- The task
What lines below hold the string "random"? Copy them all.

- Given entries

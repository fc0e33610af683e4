/* Tests of src/quantiles.c: the table against the direct quantile, and samples. */
#include "table.h"

#include "../../src/order_statistics.h"
#include "../../src/quantiles.h"

enum { MANY = 6000 };

/* uniforms all over (0;1), and down to 2^-53 at both ends */
static void spread(double *u, uint64_t *random)
{
    for (size_t i = 0; i < MANY; i++) {
        double p = random_uniform(random);
        if (i % 3 == 1) p = pow(2, -1 - 52 * p);
        if (i % 3 == 2) p = 1 - pow(2, -1 - 52 * p);
        u[i] = p;
    }
}

/* The direct path is checked against published values in distributions.c. */
static void table_agrees_with_direct(void **state)
{
    (void)state;
    uint64_t random = 1;
    static const double shapes[] = { 0.01, 0.05, 0.25, 0.5, 1, 2.5, 17, 100, 1e4, 1e6, 1e9 };
    for (size_t k = 0; k < sizeof shapes / sizeof *shapes; k++) {
        pool p = { 0 };
        double u[MANY], x[MANY];
        margin m = { distribution_named("gamma"), shapes[k], 250, NAN };
        const quantiles *q;
        spread(u, &random);
        u[0] = 1e-300;
        assert_int_equal(quantiles_prepare(&m, NULL, MANY, &p, &q), OK);
        losses_at(q, u, MANY, x);
        for (size_t i = 0; i < MANY; i++) assert_close(x[i], margin_quantile(&m, u[i]), 1e-12);
        pool_empty(&p);
    }
}

/* It rises, and it is a table: the last bits of most losses differ from the direct ones. */
static void table_rises(void **state)
{
    (void)state;
    pool p = { 0 };
    margin m = { distribution_named("gamma"), 0.8, 1000, NAN };
    const quantiles *q;
    static double u[MANY], x[MANY];
    size_t differ = 0;
    for (size_t i = 0; i < MANY; i++) u[i] = ((double)i + 0.5) / MANY;
    assert_int_equal(quantiles_prepare(&m, NULL, MANY, &p, &q), OK);
    losses_at(q, u, MANY, x);
    for (size_t i = 1; i < MANY; i++) assert_true(x[i] > x[i - 1]);
    for (size_t i = 0; i < MANY; i++) differ += x[i] != margin_quantile(&m, u[i]);
    assert_true(differ > MANY / 4);
    pool_empty(&p);
}

/* few losses go the direct way, to the bit; so do cheap distributions however many */
static void few_are_direct(void **state)
{
    (void)state;
    pool p = { 0 };
    static const char *const words[] = { "gamma", "lomax", "pareto", "weibull" };
    for (size_t k = 0; k < 4; k++) {
        margin m = { distribution_named(words[k]), 1.5, 20, NAN };
        const quantiles *q;
        double u[] = { 0.2, 0.999, 1e-20 }, x[3];
        assert_int_equal(quantiles_prepare(&m, NULL, k ? MANY : 3, &p, &q), OK);
        losses_at(q, u, 3, x);
        for (size_t i = 0; i < 3; i++) assert_same(x[i], margin_quantile(&m, u[i]));
    }
    pool_empty(&p);
}

/* normal and lognormal losses, however many and however far out */
static void scores_agree_with_direct(void **state)
{
    (void)state;
    static const double parameters[][2] = { { 0, 1 }, { 8, 2 }, { -40, 90 } };
    uint64_t random = 4;
    for (size_t k = 0; k < 6; k++) {
        pool p = { 0 };
        double u[MANY], x[MANY];
        margin m = { distribution_named(k % 2 ? "lognormal" : "normal"), parameters[k / 2][0],
                     parameters[k / 2][1], NAN };
        const quantiles *q;
        spread(u, &random);
        u[0] = 1e-300;
        assert_int_equal(quantiles_prepare(&m, NULL, MANY, &p, &q), OK);
        losses_at(q, u, MANY, x);
        for (size_t i = 0; i < MANY; i++) {
            double want = margin_quantile(&m, u[i]);
            assert_within(x[i], want, k % 2 ? 1e-12 * want : 1e-14 * (m.b + fabs(want)));
        }
        pool_empty(&p);
    }
}

/* The inverse of an empirical distribution: the k-th smallest, k = ceil(n u) (Hyndman & Fan
 * 1996, type 1), on the sample of tests/values/risk_empirical_small_sample_data.csv with their
 * values. */
static void samples_are_inverted(void **state)
{
    (void)state;
    pool p = { 0 };
    size_t n;
    struct csv *data = csv_read("risk_empirical_small_sample_data.csv");
    struct csv *want = csv_read("risk_empirical_small_sample.csv");
    samples given = { .cols = 1, .at = csv_numbers(data, "x", NULL, NULL, &n) };
    given.rows = n;
    margin m = { distribution_named("sample"), 1, NAN, NAN };
    const quantiles *q;
    assert_int_equal(quantiles_prepare(&m, &given, 10, &p, &q), OK);
    for (size_t i = 0; i < want->rows; i++) {
        double u = csv_number(want, i, "p"), x;
        losses_at(q, &u, 1, &x);
        assert_same(x, csv_number(want, i, "quantile_order_statistic"));
    }
    m.a = 2;
    assert_int_equal(quantiles_prepare(&m, &given, 10, &p, &q), BAD_KIND);
    assert_int_equal(quantiles_prepare(&m, NULL, 10, &p, &q), BAD_KIND);
    free(given.at);
    csv_free(data);
    csv_free(want);
    pool_empty(&p);
}

static void memory_can_fail(void **state)
{
    (void)state;
    margin m = { distribution_named("gamma"), 2, 1, NAN };
    for (size_t at = 1; at <= 3; at++) {
        pool p = { .fail_at = at };
        const quantiles *q;
        assert_int_equal(quantiles_prepare(&m, NULL, MANY, &p, &q), NO_MEMORY);
        pool_empty(&p);
    }
}

int main(void)
{
    const struct CMUnitTest tests[] = {
        cmocka_unit_test(table_agrees_with_direct),
        cmocka_unit_test(table_rises),
        cmocka_unit_test(few_are_direct),
        cmocka_unit_test(scores_agree_with_direct),
        cmocka_unit_test(samples_are_inverted),
        cmocka_unit_test(memory_can_fail),
    };
    return cmocka_run_group_tests(tests, NULL, NULL);
}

- Solution for this task
static void spread(double *u, uint64_t *random)
        double p = random_uniform(random);
    uint64_t random = 1;
        spread(u, &random);
    uint64_t random = 4;
        spread(u, &random);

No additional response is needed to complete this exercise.